#### Data extracts

using GeoCulvert.Design.Basis;
using GeoCulvert.Design.Crossings;
using GeoCulvert.Design.Hydrology;
using GeoCulvert.Design.Sizing;
using GeoCulvert.Design.Terrain;

namespace GeoCulvert.Design.Study;

/// <summary>A road of the study.</summary>
/// <param name="Alignment">Line, width, surface, profile.</param>
/// <param name="Class">Its class.</param>
/// <param name="DesignReturnPeriodYr">Design flood, years; null to take the study's, else the class's.</param>
/// <param name="CheckReturnPeriodYr">Check flood, years; null to take the study's, else the class's.</param>
public sealed record StudyRoad(RoadAlignment Alignment, RoadClass Class, double? DesignReturnPeriodYr, double? CheckReturnPeriodYr);

/// <summary>What a study is made from, already in one plane and in SI.</summary>
public sealed record StudyInputs
{
    /// <summary>Terrain, m; NaN is nodata.</summary>
    public required Grid<float> Elevation { get; init; }

    /// <summary>How true to size the terrain's plane is; areas of watersheds, perimeters and flow paths are corrected by it.</summary>
    public PlaneScale PlaneScale { get; init; } = PlaneScale.None;

    /// <summary>Roads; may be empty when points are given.</summary>
    public required IReadOnlyList<StudyRoad> Roads { get; init; }

    /// <summary>Given crossings, or null to find them along the roads.</summary>
    public IReadOnlyList<GivenPoint>? Points { get; init; }

    /// <summary>Culverts known to be there; embankments are opened along them.</summary>
    public IReadOnlyList<KnownCulvert> KnownCulverts { get; init; } = [];

    /// <summary>Streams from a map, to be enforced; empty for none.</summary>
    public IReadOnlyList<MappedCourse> MappedStreams { get; init; } = [];

    /// <summary>Closed basins to keep as sinks, each named by a point in it.</summary>
    public IReadOnlyList<BasinPoint> BasinPoints { get; init; } = [];

    /// <summary>Existing culverts by crossing id; they are rated instead of sized.</summary>
    public IReadOnlyDictionary<string, ExistingBarrels> Inventory { get; init; } = new Dictionary<string, ExistingBarrels>();

    /// <summary>Crossings of the run before, whose ids are kept; empty for a first run.</summary>
    public IReadOnlyList<FormerCrossing> Former { get; init; } = [];

    /// <summary>Land-cover codes on a grid of their own in the plane of the terrain, or null.</summary>
    public Grid<int>? LandCover { get; init; }

    /// <summary>Soil groups on a grid of their own (1-4 = A-D, 5-7 = A/D, B/D, C/D), or null.</summary>
    public Grid<int>? SoilGroup { get; init; }

    /// <summary>Rasters whose means over every watershed are wanted.</summary>
    public IReadOnlyList<StudyRaster> Rasters { get; init; } = [];

    /// <summary>Names, impervious shares and storage of the land covers.</summary>
    public CoverClasses CoverClasses { get; init; } = CoverClasses.Published;

    /// <summary>Runoff coefficients by cover and soil group.</summary>
    public RunoffCoefficientTable Coefficients { get; init; } = RunoffCoefficientTable.Published;

    /// <summary>Curve numbers by cover and soil group.</summary>
    public CurveNumberTable CurveNumbers { get; init; } = CurveNumberTable.Published;

    /// <summary>Values set for single crossings.</summary>
    public Overrides Overrides { get; init; } = Overrides.None;
}

/// <summary>Settings of a study; SI.</summary>
public sealed record StudySettings
{
    /// <summary>System of units of the results.</summary>
    public UnitSystem Units { get; init; } = UnitSystem.Si;

    /// <summary>Whether outlines of watersheds are smoothed for drawing; areas and perimeters stay those of the cells.</summary>
    public bool SmoothOutlines { get; init; }

    /// <summary>Drainage area at which a stream begins, m2.</summary>
    public double StreamAreaM2 { get; init; } = 1e5;

    /// <summary>Drainage area from which water let through an embankment, or met at a low point of the road, is a crossing, m2.</summary>
    public double CrossDrainAreaM2 { get; init; } = 1e4;

    /// <summary>Roads whose shoulders follow each other within this distance have one culvert under all, m.</summary>
    public double RoadsTogetherM { get; init; } = 30;

    /// <summary>Mapped streams, depressions and closed basins.</summary>
    public ConditioningSettings Conditioning { get; init; } = new();

    /// <summary>Opening of embankments; its areas and distance between roads are those of the study.</summary>
    public OpeningSettings Openings { get; init; } = new();

    /// <summary>How far a given point may be moved, m; null for the larger of 60 m and five cells (own rule, measured on published drainage areas).</summary>
    public double? SnapM { get; init; }

    /// <summary>Largest edge contact for which a size is still issued, 0-1.</summary>
    public double AcceptedEdgeContactShare { get; init; }

    /// <summary>How flows are computed.</summary>
    public required FlowSettings Flow { get; init; }

    /// <summary>Rational C where no land cover is given.</summary>
    public double? RunoffCoefficient { get; init; }

    /// <summary>Curve number where no land cover is given.</summary>
    public double? CurveNumber { get; init; }

    /// <summary>Whether a method works with curve numbers.</summary>
    public bool NeedsCurveNumber => Flow.Methods.Any(m => m.Name.StartsWith("nrcs-", StringComparison.Ordinal)) || Flow.Times.Any(t => t.Name == "nrcs-lag");

    /// <summary>Design flood of every road, years; null to take each class's.</summary>
    public double? DesignReturnPeriodYr { get; init; }

    /// <summary>Check flood of every road, years; null to take each class's.</summary>
    public double? CheckReturnPeriodYr { get; init; }

    /// <summary>What may be built.</summary>
    public required CulvertCatalogue Catalogue { get; init; }

    /// <summary>Unit prices; null to seek the least barrel area.</summary>
    public UnitPrices? Prices { get; init; }

    /// <summary>What a culvert must meet.</summary>
    public required SizingCriteria Criteria { get; init; }

    /// <summary>Smallest rise of every road, m; null to take each class's.</summary>
    public double? SmallestRiseM { get; init; }

    /// <summary>Water level at the outlet.</summary>
    public TailwaterSettings Tailwater { get; init; } = new();
}

/// <summary>Runs the stages of a study one after another; the shell times them and shows their progress.</summary>
public interface IStages
{
    /// <summary>Runs one stage.</summary>
    /// <param name="name">Name, as in <c>run.json</c>.</param>
    /// <param name="cells">Cells it works on, or null.</param>
    /// <param name="work">The work; reports the share done, 0-1.</param>
    T Run<T>(string name, long? cells, Func<IProgress<double>, T> work);
}

/// <summary>The outcome of a study.</summary>
/// <param name="Terrain">The drained terrain.</param>
/// <param name="Crossings">Crossings in order of road and station, or as given.</param>
/// <param name="Streams">Streams.</param>
/// <param name="Roads">Roads.</param>
/// <param name="Findings">All findings, those of crossings included.</param>
public sealed record StudyResult(
    DrainedTerrain Terrain,
    IReadOnlyList<CrossingResult> Crossings,
    IReadOnlyList<StreamResult> Streams,
    IReadOnlyList<RoadResult> Roads,
    IReadOnlyList<Finding> Findings)
{
    /// <summary>Openings of embankments.</summary>
    public IReadOnlyList<OpeningResult> Openings { get; init; } = [];

    /// <summary>Mapped streams, cuts and closed basins.</summary>
    public Conditioning Conditioning { get; init; } = Conditioning.None;

    /// <summary>Outlines in the untouched terrain, where openings change the area.</summary>
    public IReadOnlyList<UntouchedWatershed> Untouched { get; init; } = [];

    /// <summary>What differs from the run before; empty for a first run.</summary>
    public IReadOnlyList<CrossingChange> Changes { get; init; } = [];

    /// <summary>Every layer and table, in output units.</summary>
    /// <param name="units">System of units.</param>
    /// <param name="run">Keys and values of the run table.</param>
    public IReadOnlyList<ResultLayer> Layers(UnitSystem units, IEnumerable<(string Key, string Value)> run) =>
    [
        ResultLayers.Crossings.Build(Crossings, units),
        ResultLayers.Watersheds.Build(Crossings, units),
        ResultLayers.LocalWatersheds.Build(Crossings, units),
        ResultLayers.FlowPaths.Build(Crossings.Where(c => c.Watershed.FlowPath is not null), units),
        ResultLayers.Streams.Build(Streams, units),
        ResultLayers.Roads.Build(Roads, units),
        ResultLayers.Culverts.Build(Crossings.Where(c => c.Barrel?.Line is not null), units),
        TerrainLayers.Openings.Build(Openings, units),
        TerrainLayers.Untouched.Build(Untouched, units),
        LandLayers.CoverAreas.Build(Crossings.SelectMany(c => (c.Watershed.Total.Cover?.Areas ?? []).Select(a => (c.CrossingId, a))), units),
        LandLayers.RasterMeans.Build(Crossings.SelectMany(c => c.Watershed.Total.Means.Zip(c.Watershed.Local.Means, (t, l) => (c.CrossingId, t, l))), units),
        ResultLayers.Flows.Build(Crossings.SelectMany(c => c.Sheet.Flows.Select(f => (c.CrossingId, f))), units),
        ResultLayers.Options.Build(Crossings.SelectMany(c => c.Options.Select((o, i) => (c.CrossingId, i + 1, o))), units),
        ResultLayers.Ratings.Build(Crossings.SelectMany(c => c.Rating.Select(p => (c.CrossingId, p))), units),
        TerrainLayers.Breaches.Build(Conditioning.Breaches.Select(b => (b, Terrain.Elevation.Frame)), units),
        TerrainLayers.MappedStreams.Build(Conditioning.Streams.Select(s => (s, Terrain.Elevation.Frame)), units),
        TerrainLayers.ClosedBasins.Build(Conditioning.Basins.Select(b => (b, Terrain.Elevation.Frame)), units),
        TerrainLayers.Capacities.Build(Crossings.SelectMany(c => (c.Existing?.Capacities ?? []).Select(k => (c.CrossingId, k))), units),
        TerrainLayers.Changes.Build(Changes, units),
        ResultLayers.Findings.Build(Findings, units),
        ResultLayers.Run.Build(run, units),
    ];
}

########

_Your instructions_
Stop after the line containing "road of the study.</summary>": print exactly the lines from the start of the entries above up to it, that line included.

_Exercise output_
using GeoCulvert.Design.Basis;
using GeoCulvert.Design.Crossings;
using GeoCulvert.Design.Hydrology;
using GeoCulvert.Design.Sizing;
using GeoCulvert.Design.Terrain;

namespace GeoCulvert.Design.Study;

/// <summary>A road of the study.</summary>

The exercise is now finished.